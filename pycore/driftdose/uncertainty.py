"""Propagation of input uncertainty to regional dose and retained burden.

Interfaces: :class:`Spread` (a multiplicative uncertainty: uniform, triangular or lognormal
factor around the nominal value), :func:`design` (Latin-hypercube or plain Monte Carlo
sample of the factors from a recorded seed), :class:`DepositionTables` (regional deposition
tabulated once against size and interpolated for each sample), :func:`percentile`,
:func:`spearman` and :func:`propagate`.

Reproducibility: the only source of randomness is ``random.Random(seed).random()`` (the
Mersenne Twister, whose stream for a given integer seed is the same in every CPython
version); permutations are drawn by our own Fisher-Yates loop on that stream, and normal
quantiles come from ``statistics.NormalDist``. A seed therefore reproduces the same sample
in CPython and in the page; numbers derived from it agree to the last few bits of the
platform's ``exp`` and ``log``.

Speed: the ICRP 66 regional model is evaluated once per table node, not per sample: the
deposition fraction of each region (and the slow-cleared bronchial share of ICRP 66) is
tabulated on a grid in ln d from 1 nm to 100 um for a few densities and shape factors that
span the sampled ones, and each sample interpolates linearly in ln d, ln density and ln
shape factor. Each sample's lognormal modes are integrated by Gauss-Hermite quadrature.
The nominal case is computed with the full model, and every sample is the nominal value
times the ratio fast(sample) / fast(nominal) (a ratio estimator): the interpolation error,
which is nearly the same for nearby inputs, cancels to first order, and a propagation whose
ranges all have zero width returns the full model's nominal result exactly.
"""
____________________
Return each entry from the material above exactly as it appears.

filename pycore/driftdose/uncertainty.py
"""Propagation of input uncertainty to regional dose and retained burden.

Interfaces: :class:`Spread` (a multiplicative uncertainty: uniform, triangular or lognormal
factor around the nominal value), :func:`design` (Latin-hypercube or plain Monte Carlo
sample of the factors from a recorded seed), :class:`DepositionTables` (regional deposition
tabulated once against size and interpolated for each sample), :func:`percentile`,
:func:`spearman` and :func:`propagate`.

Reproducibility: the only source of randomness is ``random.Random(seed).random()`` (the
Mersenne Twister, whose stream for a given integer seed is the same in every CPython
version); permutations are drawn by our own Fisher-Yates loop on that stream, and normal
quantiles come from ``statistics.NormalDist``. A seed therefore reproduces the same sample
in CPython and in the page; numbers derived from it agree to the last few bits of the
platform's ``exp`` and ``log``.

Speed: the ICRP 66 regional model is evaluated once per table node, not per sample: the
deposition fraction of each region (and the slow-cleared bronchial share of ICRP 66) is
tabulated on a grid in ln d from 1 nm to 100 um for a few densities and shape factors that
span the sampled ones, and each sample interpolates linearly in ln d, ln density and ln
shape factor. Each sample's lognormal modes are integrated by Gauss-Hermite quadrature.
The nominal case is computed with the full model, and every sample is the nominal value
times the ratio fast(sample) / fast(nominal) (a ratio estimator): the interpolation error,
which is nearly the same for nearby inputs, cancels to first order, and a propagation whose
ranges all have zero width returns the full model's nominal result exactly.
"""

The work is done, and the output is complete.